The U.S. Senate yesterday, by a 61-39 margin, responded to the mammogram screening controversy by passing an amendment to the healthcare bill that allows the government to require insurers to cover mammograms and other preventive tests at little or no cost.
The amendment would cover a range of women's health screenings, according to its co-sponsors, Sens. Barbara Mikulski, D-Md., and Olympia Snowe, R-Maine. Under the amendment, preventive services covered would be based on guidelines supported by the Health Resources and Services Administration (HRSA).
According to Mikulski, services covered by the amendment could include cervical cancer screenings, annual mammograms for women under 50, pregnancy and postpartum depression screenings, screenings for domestic violence, annual women’s health screening and family planning services.

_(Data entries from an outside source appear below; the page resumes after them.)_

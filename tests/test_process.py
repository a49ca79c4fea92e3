"""`redact process` end to end on moving-still clips with exact ground truth.

People come from scikit-image's stills (astronaut(): public domain, NASA; camera(): CC0, Lav
Varshney), pasted at known rectangles (tests/conftest.py). PyAV/FFmpeg decodes the outputs as the
outside reference; SSIM is scikit-image's structural_similarity.
"""

from __future__ import annotations

import json
from pathlib import Path

import av
import numpy as np
import pytest
from click.testing import CliRunner
from conftest import ScriptedEstimator
from skimage.metrics import structural_similarity

from redact.cli import main
from redact.pipeline import ProcessSettings, process_video
from redact.provenance.signing import Signer
from redact.skeletons.rows import read_rows

SEED = bytes(range(32))
MISS_FRAMES = set(range(12, 20))   # the detector "misses" everyone here: tracks must coast
FAULT_FRAMES = {5, 31}              # inference raises here: frames must come out fully obscured
# Slivers of a person narrower than this (pixels) at the frame edge are not checked: too small to
# recognise anyone or to measure SSIM on (common practice: SSIM's 7-pixel window needs room).
MIN_SIDE = 16


def decode_all(path: Path) -> tuple[list[np.ndarray], list[int], object]:
    """Every frame (RGB) and pts of a video, decoded by PyAV/FFmpeg (the outside reference)."""
    with av.open(str(path)) as c:
        s = c.streams.video[0]
        frames, pts = [], []
        for f in c.decode(s):
            frames.append(f.to_ndarray(format="rgb24"))
            pts.append(f.pts)
        return frames, pts, s.time_base


@pytest.fixture(scope="module")
def processed(crossing_clip, tmp_path_factory):
    out = tmp_path_factory.mktemp("processed") / "out"
    est = ScriptedEstimator(MISS_FRAMES, FAULT_FRAMES)
    result = process_video(crossing_clip.path, out, Signer.from_seed(SEED), ProcessSettings(), estimator=est)
    return crossing_clip, result


def _rows(result):
    with open(result.package / "skeletons.jsonl", "rb") as f:
        return list(read_rows(f))


def _iou(a, b) -> float:
    ix = max(0.0, min(a[2], b[2]) - max(a[0], b[0]))
    iy = max(0.0, min(a[3], b[3]) - max(a[1], b[1]))
    inter = ix * iy
    union = (a[2] - a[0]) * (a[3] - a[1]) + (b[2] - b[0]) * (b[3] - b[1]) - inter
    return inter / union if union > 0 else 0.0


def test_output_has_source_frame_count_and_timestamps(processed):
    clip, result = processed
    src, src_pts, src_tb = decode_all(clip.path)
    out, out_pts, out_tb = decode_all(result.video)
    assert len(out) == len(src) == result.frames
    assert out_pts == src_pts and out_tb == src_tb
    assert out[0].shape == src[0].shape


def test_every_face_and_body_is_obscured_in_every_frame(processed):
    """Including coasting frames (detector misses), faults, partly off-screen and dim people."""
    clip, result = processed
    src, _, _ = decode_all(clip.path)
    out, _, _ = decode_all(result.video)
    checked, failures = 0, []
    for i, truth in enumerate(clip.truths):
        for a in np.nonzero(truth.visible)[0]:
            for rect in (truth.face_rects[a], truth.person_rects[a]):
                x0, y0, x1, y1 = (int(v) for v in rect)
                if x1 - x0 < MIN_SIDE or y1 - y0 < MIN_SIDE:
                    continue  # a sliver at the frame edge (see MIN_SIDE)
                s = src[i][y0:y1, x0:x1].astype(np.float32)
                o = out[i][y0:y1, x0:x1].astype(np.float32)
                grey_s, grey_o = s.mean(axis=2), o.mean(axis=2)
                ssim = structural_similarity(grey_s, grey_o, data_range=255, win_size=7)
                if ssim >= 0.35:
                    failures.append(f"frame {i} actor {a} rect {rect.tolist()}: SSIM {ssim:.2f}")
                checked += 1
    assert not failures, failures
    assert checked > 100


def test_people_are_tracked_with_stable_ids(processed):
    """Each person keeps one id across the path, the same before and after the crossing.

    Frames where the two people overlap heavily (truth IoU > 0.3) are left out of the id count:
    there, which track box "belongs" to whom cannot be told from rectangles alone.
    """
    clip, result = processed
    frame_rows = _rows(result)
    ids_per_actor: dict[int, list[int]] = {}
    for row, truth in zip(frame_rows, clip.truths):
        if row.status != "ok" or _iou(truth.person_rects[0], truth.person_rects[1]) > 0.3:
            continue
        for a in np.nonzero(truth.visible & ~truth.partial)[0]:
            rect = truth.person_rects[a]
            best = max(range(len(row.tracks)), key=lambda k: _iou(row.tracks.boxes[k], rect), default=None)
            assert best is not None and _iou(row.tracks.boxes[best], rect) > 0.3, \
                f"frame {row.frame}: actor {a} has no track"
            ids_per_actor.setdefault(int(a), []).append(int(row.tracks.ids[best]))
    for a, ids in ids_per_actor.items():
        main_id = max(set(ids), key=ids.count)
        assert ids.count(main_id) / len(ids) >= 0.9, f"actor {a} changed id too often: {ids}"
        assert ids[-1] == main_id and ids[len(ids) // 4] == main_id, f"actor {a} lost its id: {ids}"


def test_missed_frames_coast_and_are_flagged(processed):
    _, result = processed
    frame_rows = {r.frame: r for r in _rows(result)}
    for i in sorted(MISS_FRAMES):
        r = frame_rows[i]
        assert len(r.tracks) >= 1 and not r.tracks.observed.any(), f"frame {i} should only have predicted people"
    review = json.loads((result.package / "review.json").read_text())
    flagged = {f for rng in review["ranges"] for f in range(rng["frames"][0], rng["frames"][1] + 1)}
    assert MISS_FRAMES <= flagged


def test_faults_are_fully_obscured_logged_and_flagged(processed):
    _, result = processed
    out, _, _ = decode_all(result.video)
    for i in FAULT_FRAMES:
        assert out[i].std() < 2.0, f"fault frame {i} is not uniformly obscured"
    assert set(result.fault_frames) == FAULT_FRAMES
    log = [json.loads(line) for line in (result.package / "log.jsonl").read_text().splitlines()]
    faults = [e for e in log if e["kind"] == "fault"]
    assert len(faults) == 1 and faults[0]["frames"] == [[5, 5], [31, 31]]
    statuses = {r.frame: r.status for r in _rows(result)}
    assert {f for f, s in statuses.items() if s == "fault"} == FAULT_FRAMES


def test_rerun_gives_identical_skeleton_rows(processed, tmp_path):
    clip, result = processed
    again = process_video(clip.path, tmp_path / "again", Signer.from_seed(SEED), ProcessSettings(),
                          estimator=ScriptedEstimator(MISS_FRAMES, FAULT_FRAMES))
    for name in ("skeletons.jsonl", "tracks.json", "quality.jsonl", "review.json", "frames.sha256"):
        assert (again.package / name).read_bytes() == (result.package / name).read_bytes(), name


# ---------------------------------------------------------------- the CLI and bad input

def _leftovers(out: Path) -> list[str]:
    return sorted(p.name for p in out.iterdir()) if out.exists() else []


def test_cli_process_writes_and_verifies(crossing_clip, tmp_path, key):
    out = tmp_path / "cli-out"
    r = CliRunner().invoke(main, ["process", str(crossing_clip.path), "--out", str(out), "--signing-key", str(key),
                                  "--style", "blur", "--json", "--recipient", "R. Person", "--purpose", "test"])
    assert r.exit_code == 0, r.output
    summary = json.loads(r.stdout)
    assert summary["frames"] == len(crossing_clip.truths)
    assert _leftovers(out) == ["package", "redacted.mp4", "report.html"]  # the report by default
    assert summary["report"] == str(out / "report.html")
    assert [i["open"] for i in summary["open_first"]][:2] == [str(out / "report.html"), str(out / "redacted.mp4")]
    v = CliRunner().invoke(main, ["verify", str(out / "package"), "--trusted-key", str(key.with_name("t.public.pem")),
                                  "--source", str(crossing_clip.path), "--video", str(out / "redacted.mp4")])
    assert v.exit_code == 0, v.output


@pytest.mark.parametrize("name", ["missing", "directory", "text", "png", "empty", "zero_frames"])
def test_bad_inputs_get_one_line_errors_and_no_output(bad_inputs, tmp_path, key, name):
    out = tmp_path / "bad-out"
    r = CliRunner().invoke(main, ["process", str(bad_inputs[name]), "--out", str(out), "--signing-key", str(key)])
    assert r.exit_code == 2, r.output
    lines = [ln for ln in r.stderr.splitlines() if ln.strip()]
    assert len(lines) == 1 and lines[0].startswith("error: "), r.stderr
    assert "Traceback" not in r.output
    assert _leftovers(out) == []


def test_truncated_input_is_processed_as_far_as_it_decodes(bad_inputs, tmp_path, key):
    out = tmp_path / "trunc-out"
    r = CliRunner().invoke(main, ["process", str(bad_inputs["truncated"]), "--out", str(out), "--signing-key", str(key),
                                  "--json"])
    assert r.exit_code == 0, r.output
    summary = json.loads(r.stdout)
    assert summary["stopped_early"] and "warning" in r.stderr
    assert 0 < summary["frames"] < 50
    decoded, _, _ = decode_all(out / "redacted.mp4")
    assert len(decoded) == summary["frames"]


def test_output_that_would_overwrite_the_input_is_refused(crossing_clip, tmp_path, key):
    src = tmp_path / "redacted.mp4"
    src.write_bytes(crossing_clip.path.read_bytes())
    before = src.read_bytes()
    for out in (tmp_path, src):
        r = CliRunner().invoke(main, ["process", str(src), "--out", str(out), "--signing-key", str(key)])
        assert r.exit_code == 2 and "overwrite the input" in r.stderr, r.output
    assert src.read_bytes() == before
    assert sorted(p.name for p in tmp_path.iterdir()) == ["keys", "redacted.mp4"]


def test_unwritable_output_is_refused(crossing_clip, tmp_path, key):
    blocker = tmp_path / "a-file"
    blocker.write_text("not a folder")
    r = CliRunner().invoke(main, ["process", str(crossing_clip.path), "--out", str(blocker / "sub"), "--signing-key", str(key)])
    assert r.exit_code == 2 and r.stderr.startswith("error: "), r.output


def test_existing_outputs_are_never_overwritten(crossing_clip, tmp_path, key):
    out = tmp_path / "o"
    (out / "package").mkdir(parents=True)
    r = CliRunner().invoke(main, ["process", str(crossing_clip.path), "--out", str(out), "--signing-key", str(key)])
    assert r.exit_code == 2 and "already exists" in r.stderr
    assert _leftovers(out) == ["package"]


def test_cli_process_with_privacy_options_is_signed_and_applied(crossing_clip, tmp_path, key):
    out = tmp_path / "private-out"
    r = CliRunner().invoke(main, ["process", str(crossing_clip.path), "--out", str(out), "--signing-key", str(key),
                                  "--drop-keypoints", "head", "--new-ids", "--quiet"])
    assert r.exit_code == 0, r.output
    rows = _rows(type("R", (), {"package": out / "package"}))
    people = [p for row in rows for p in row.tracks.keypoints]
    assert people and all((kp[:5] == 0).all() for kp in people)  # COCO-17 indices 0-4: nose, eyes, ears
    ids = {int(i) for row in rows for i in row.tracks.ids}
    tracks = json.loads((out / "package" / "tracks.json").read_text())["tracks"]
    assert ids == {t["id"] for t in tracks}
    v = CliRunner().invoke(main, ["verify", str(out / "package"), "--trusted-key", str(key.with_name("t.public.pem")),
                                  "--json"])
    assert v.exit_code == 0, v.output
    envelope = json.loads((out / "package" / "envelope.json").read_text())
    import base64
    statement = json.loads(base64.b64decode(envelope["payload"]))
    assert statement["predicate"]["privacy"]["new_ids"] is True


def test_cli_process_audit_is_recorded_in_the_log(crossing_clip, tmp_path, key):
    """`process --audit` runs redact.redaction.audit (an independent face detector, MediaPipe BlazeFace, and
    the pose model at a larger size) on its own output and the source, and logs the result."""
    out = tmp_path / "audited"
    r = CliRunner().invoke(main, ["process", str(crossing_clip.path), "--out", str(out), "--signing-key", str(key),
                                  "--audit", "--json", "--quiet"])
    assert r.exit_code == 0, r.output
    audit = json.loads(r.stdout)["audit"]
    assert audit["passed"] and audit["faces"] == 0 and audit["source_faces"] > 0 and audit["survived"] == 0
    log = [json.loads(line) for line in (out / "package" / "log.jsonl").read_text().splitlines()]
    assert [e["survived"] for e in log if e["kind"] == "audit"] == [0]


def test_missing_key_or_passphrase_are_one_line_errors(crossing_clip, tmp_path, key, monkeypatch):
    out = tmp_path / "nokey"
    r = CliRunner().invoke(main, ["process", str(crossing_clip.path), "--out", str(out), "--signing-key",
                                  str(tmp_path / "absent.pem")])
    assert r.exit_code == 2 and "no such key file" in r.stderr
    monkeypatch.delenv("REDACT_KEY_PASSPHRASE")
    r = CliRunner().invoke(main, ["process", str(crossing_clip.path), "--out", str(out), "--signing-key", str(key)], input="")
    assert r.exit_code == 2 and "REDACT_KEY_PASSPHRASE" in r.stderr.splitlines()[-1]
    assert not out.exists()


def _with_tags(src: Path, dst: Path) -> Path:
    """Remux src with PyAV, adding container tags a camera might write (invented values)."""
    with av.open(str(src)) as i, av.open(str(dst), "w", format="mp4") as o:
        o.metadata["title"] = "Camera 7, north entrance"
        o.metadata["comment"] = "operator J. Example"
        streams = {s.index: o.add_stream_from_template(s) for s in i.streams if s.type in ("video", "audio")}
        for pkt in i.demux(*[i.streams[k] for k in streams]):
            if pkt.dts is None:
                continue
            pkt.stream = streams[pkt.stream.index]
            o.mux(pkt)
    return dst


@pytest.mark.parametrize("keep", [False, True])
def test_audio_is_dropped_unless_asked_and_metadata_is_not_copied(clip_with_audio, tmp_path, keep):
    """PyAV/FFmpeg reopens the output: an audio stream only with include_audio; no source tags."""
    src = _with_tags(clip_with_audio.path, tmp_path / "tagged.mp4")
    with av.open(str(src)) as c:
        assert c.metadata.get("title") == "Camera 7, north entrance"  # the tags are really there
    result = process_video(src, tmp_path / "o", Signer.from_seed(SEED), ProcessSettings(include_audio=keep))
    with av.open(str(result.video)) as c:
        assert len(c.streams.audio) == (1 if keep else 0)
        assert not {"title", "comment", "creation_time", "encoder", "location"} & set(c.metadata)
        assert b"north entrance" not in result.video.read_bytes()
    log = [json.loads(line) for line in (result.package / "log.jsonl").read_text().splitlines()]
    enc = [e for e in log if e["kind"] == "encode"][0]
    assert enc["audio"] == ("included" if keep else "dropped") and enc["container_metadata"] == "not copied"


def test_statement_follows_the_published_predicate_schema(processed):
    """The statement a run signs validates against docs/predicate.schema.json (jsonschema, draft 2020-12)."""
    from statement_schema import check_statement, envelope_payload

    _, result = processed
    st = check_statement(envelope_payload(result.package))
    assert st["predicate"]["parent"] is None and st["predicate"]["faults"]["frames"] == len(FAULT_FRAMES)
    assert st["predicate"]["source"]["frames"] == result.frames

Mikulski said that without the amendment there would be no guarantee that women under the age of 50 would be covered for mammograms and that there would be no guarantee that women would have access to this preventive care at no cost.
According to Mikulski, the Congressional Budget Office estimated the cost of her amendment to be $940 billion over 10 years.
Snowe, as well as Sens. Susan Collins of Maine and David Vitter of Louisiana, were the only three Republicans to vote for the amendment, joining 56 democrats and two independents.
Russ Feingold, D-Wis., and Ben Nelson, D-Neb., voted against the amendment.